[MATERIAL FOR THIS EXERCISE]
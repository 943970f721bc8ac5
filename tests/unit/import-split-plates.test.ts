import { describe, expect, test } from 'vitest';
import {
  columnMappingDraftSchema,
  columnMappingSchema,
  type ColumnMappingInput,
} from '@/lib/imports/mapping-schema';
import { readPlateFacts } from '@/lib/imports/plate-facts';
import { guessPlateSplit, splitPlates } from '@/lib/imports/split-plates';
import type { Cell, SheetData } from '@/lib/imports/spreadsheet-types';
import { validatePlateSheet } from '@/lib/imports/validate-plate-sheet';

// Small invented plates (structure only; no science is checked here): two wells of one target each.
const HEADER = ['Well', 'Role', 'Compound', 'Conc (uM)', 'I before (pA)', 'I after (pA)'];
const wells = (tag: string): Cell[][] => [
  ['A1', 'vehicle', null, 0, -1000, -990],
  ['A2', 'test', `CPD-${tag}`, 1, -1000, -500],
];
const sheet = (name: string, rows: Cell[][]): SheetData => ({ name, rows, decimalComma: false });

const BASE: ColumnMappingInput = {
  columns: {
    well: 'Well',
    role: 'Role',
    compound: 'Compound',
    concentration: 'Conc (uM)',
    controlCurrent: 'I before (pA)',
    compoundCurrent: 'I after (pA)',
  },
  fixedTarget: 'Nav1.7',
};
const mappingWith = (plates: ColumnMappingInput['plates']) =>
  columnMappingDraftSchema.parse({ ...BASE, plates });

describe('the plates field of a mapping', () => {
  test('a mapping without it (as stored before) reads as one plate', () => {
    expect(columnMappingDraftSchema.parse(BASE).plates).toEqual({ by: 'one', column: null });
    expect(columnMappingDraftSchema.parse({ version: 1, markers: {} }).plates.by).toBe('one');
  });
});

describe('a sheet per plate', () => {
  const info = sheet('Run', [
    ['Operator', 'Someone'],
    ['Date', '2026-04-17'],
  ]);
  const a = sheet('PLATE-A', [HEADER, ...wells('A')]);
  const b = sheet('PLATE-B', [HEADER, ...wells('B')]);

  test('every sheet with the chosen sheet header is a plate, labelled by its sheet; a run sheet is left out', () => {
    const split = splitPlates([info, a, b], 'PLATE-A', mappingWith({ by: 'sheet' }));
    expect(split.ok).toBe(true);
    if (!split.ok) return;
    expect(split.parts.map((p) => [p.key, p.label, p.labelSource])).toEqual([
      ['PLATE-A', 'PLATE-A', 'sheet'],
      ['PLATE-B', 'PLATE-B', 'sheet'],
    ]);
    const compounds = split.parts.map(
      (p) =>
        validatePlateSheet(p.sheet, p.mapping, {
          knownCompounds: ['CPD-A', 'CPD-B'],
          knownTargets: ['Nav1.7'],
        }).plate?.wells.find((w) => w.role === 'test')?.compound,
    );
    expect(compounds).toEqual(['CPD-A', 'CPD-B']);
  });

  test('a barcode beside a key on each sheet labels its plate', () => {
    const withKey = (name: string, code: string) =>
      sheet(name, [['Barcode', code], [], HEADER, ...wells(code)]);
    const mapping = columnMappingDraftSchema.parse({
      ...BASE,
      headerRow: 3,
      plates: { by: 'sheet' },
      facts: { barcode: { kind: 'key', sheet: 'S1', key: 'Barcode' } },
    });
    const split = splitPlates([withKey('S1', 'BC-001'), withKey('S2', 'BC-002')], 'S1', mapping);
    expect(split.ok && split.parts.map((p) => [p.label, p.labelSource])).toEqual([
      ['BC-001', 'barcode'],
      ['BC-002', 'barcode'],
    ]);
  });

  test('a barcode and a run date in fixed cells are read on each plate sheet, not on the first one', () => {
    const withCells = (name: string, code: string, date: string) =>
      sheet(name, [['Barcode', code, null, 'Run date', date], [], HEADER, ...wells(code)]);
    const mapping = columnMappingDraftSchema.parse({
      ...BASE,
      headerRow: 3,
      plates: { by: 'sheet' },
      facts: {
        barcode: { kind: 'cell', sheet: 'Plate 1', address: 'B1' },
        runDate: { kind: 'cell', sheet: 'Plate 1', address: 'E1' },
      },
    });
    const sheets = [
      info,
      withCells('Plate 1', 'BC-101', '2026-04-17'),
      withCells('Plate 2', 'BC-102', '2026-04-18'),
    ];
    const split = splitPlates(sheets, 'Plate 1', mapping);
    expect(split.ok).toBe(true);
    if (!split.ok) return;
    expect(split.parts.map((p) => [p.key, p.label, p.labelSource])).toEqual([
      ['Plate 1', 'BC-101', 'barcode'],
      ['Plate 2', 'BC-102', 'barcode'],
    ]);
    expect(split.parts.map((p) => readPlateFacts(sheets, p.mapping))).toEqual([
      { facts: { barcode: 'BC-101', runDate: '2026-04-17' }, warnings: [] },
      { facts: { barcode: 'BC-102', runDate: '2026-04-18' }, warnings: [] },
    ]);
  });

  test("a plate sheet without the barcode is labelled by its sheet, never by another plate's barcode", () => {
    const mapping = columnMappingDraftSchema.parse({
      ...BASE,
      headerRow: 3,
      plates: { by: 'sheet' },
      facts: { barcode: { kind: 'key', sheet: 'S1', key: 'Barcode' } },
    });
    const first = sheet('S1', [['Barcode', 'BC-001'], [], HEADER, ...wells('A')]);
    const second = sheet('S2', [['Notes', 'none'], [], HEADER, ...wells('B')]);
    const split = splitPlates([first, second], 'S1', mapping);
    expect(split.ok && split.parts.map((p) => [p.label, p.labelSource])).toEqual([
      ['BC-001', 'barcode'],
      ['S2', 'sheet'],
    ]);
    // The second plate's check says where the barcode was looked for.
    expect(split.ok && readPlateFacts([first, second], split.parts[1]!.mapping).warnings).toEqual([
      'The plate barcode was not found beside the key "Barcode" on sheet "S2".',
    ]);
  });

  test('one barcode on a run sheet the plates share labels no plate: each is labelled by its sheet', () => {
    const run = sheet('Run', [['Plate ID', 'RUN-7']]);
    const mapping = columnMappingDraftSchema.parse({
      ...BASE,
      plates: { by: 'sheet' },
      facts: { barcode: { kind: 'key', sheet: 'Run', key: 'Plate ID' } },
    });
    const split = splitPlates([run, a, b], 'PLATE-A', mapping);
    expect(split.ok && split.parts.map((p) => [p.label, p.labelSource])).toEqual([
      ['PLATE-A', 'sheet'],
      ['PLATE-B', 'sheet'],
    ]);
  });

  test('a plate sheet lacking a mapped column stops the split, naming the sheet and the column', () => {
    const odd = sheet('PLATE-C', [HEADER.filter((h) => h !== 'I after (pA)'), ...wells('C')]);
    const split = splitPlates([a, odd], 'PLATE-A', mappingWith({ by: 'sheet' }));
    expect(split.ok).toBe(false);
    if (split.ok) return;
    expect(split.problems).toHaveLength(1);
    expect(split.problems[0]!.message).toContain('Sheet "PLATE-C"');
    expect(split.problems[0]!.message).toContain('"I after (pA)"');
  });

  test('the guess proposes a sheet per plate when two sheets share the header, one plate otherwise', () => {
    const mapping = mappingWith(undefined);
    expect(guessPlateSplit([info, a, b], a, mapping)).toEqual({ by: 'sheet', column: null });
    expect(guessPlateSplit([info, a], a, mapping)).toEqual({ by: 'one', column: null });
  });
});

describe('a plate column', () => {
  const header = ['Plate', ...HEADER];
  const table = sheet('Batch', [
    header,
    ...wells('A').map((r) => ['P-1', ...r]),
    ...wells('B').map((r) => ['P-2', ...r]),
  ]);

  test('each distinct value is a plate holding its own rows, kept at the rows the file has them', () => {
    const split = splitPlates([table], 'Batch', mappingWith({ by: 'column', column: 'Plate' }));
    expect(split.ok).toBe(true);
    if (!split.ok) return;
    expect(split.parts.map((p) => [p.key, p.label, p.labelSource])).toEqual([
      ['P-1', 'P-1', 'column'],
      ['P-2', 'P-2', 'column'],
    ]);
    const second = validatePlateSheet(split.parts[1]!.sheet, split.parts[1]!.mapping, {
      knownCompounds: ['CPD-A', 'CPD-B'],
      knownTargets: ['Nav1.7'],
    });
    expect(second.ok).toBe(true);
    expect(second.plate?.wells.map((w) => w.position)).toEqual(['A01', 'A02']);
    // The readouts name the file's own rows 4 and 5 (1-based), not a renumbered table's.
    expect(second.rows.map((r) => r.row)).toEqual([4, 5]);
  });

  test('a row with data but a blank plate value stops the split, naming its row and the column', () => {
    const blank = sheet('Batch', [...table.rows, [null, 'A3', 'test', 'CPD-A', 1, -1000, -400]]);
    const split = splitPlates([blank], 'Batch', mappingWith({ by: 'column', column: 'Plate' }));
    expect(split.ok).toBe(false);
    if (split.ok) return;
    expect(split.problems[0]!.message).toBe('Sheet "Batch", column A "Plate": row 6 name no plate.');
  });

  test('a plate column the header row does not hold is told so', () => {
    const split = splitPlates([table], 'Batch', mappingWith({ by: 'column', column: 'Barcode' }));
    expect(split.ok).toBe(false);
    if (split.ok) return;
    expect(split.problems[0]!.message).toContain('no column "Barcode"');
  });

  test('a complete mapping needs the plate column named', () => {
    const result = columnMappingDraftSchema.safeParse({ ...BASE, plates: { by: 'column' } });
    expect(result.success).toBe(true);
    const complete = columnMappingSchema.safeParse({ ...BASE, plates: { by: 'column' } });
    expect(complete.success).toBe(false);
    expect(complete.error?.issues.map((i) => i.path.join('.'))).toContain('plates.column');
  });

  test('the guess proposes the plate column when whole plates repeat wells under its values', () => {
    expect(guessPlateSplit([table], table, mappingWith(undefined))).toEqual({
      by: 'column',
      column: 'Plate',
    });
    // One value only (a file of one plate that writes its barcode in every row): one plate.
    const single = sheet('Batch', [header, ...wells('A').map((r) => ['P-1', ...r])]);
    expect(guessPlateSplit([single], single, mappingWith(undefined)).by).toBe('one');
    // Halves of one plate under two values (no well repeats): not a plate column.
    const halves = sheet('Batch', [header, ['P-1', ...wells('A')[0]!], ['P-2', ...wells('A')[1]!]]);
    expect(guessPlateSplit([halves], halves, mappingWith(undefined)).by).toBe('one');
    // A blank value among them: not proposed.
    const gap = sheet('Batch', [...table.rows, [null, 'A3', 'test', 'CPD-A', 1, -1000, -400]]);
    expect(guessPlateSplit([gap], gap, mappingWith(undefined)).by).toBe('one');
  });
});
[/MATERIAL FOR THIS EXERCISE]
• [TO DO] Look through the entries and return each line that has the word "ColumnMappingInput" in it.

• [ANSWER FOR THE TASK]
  type ColumnMappingInput,
const BASE: ColumnMappingInput = {
const mappingWith = (plates: ColumnMappingInput['plates']) =>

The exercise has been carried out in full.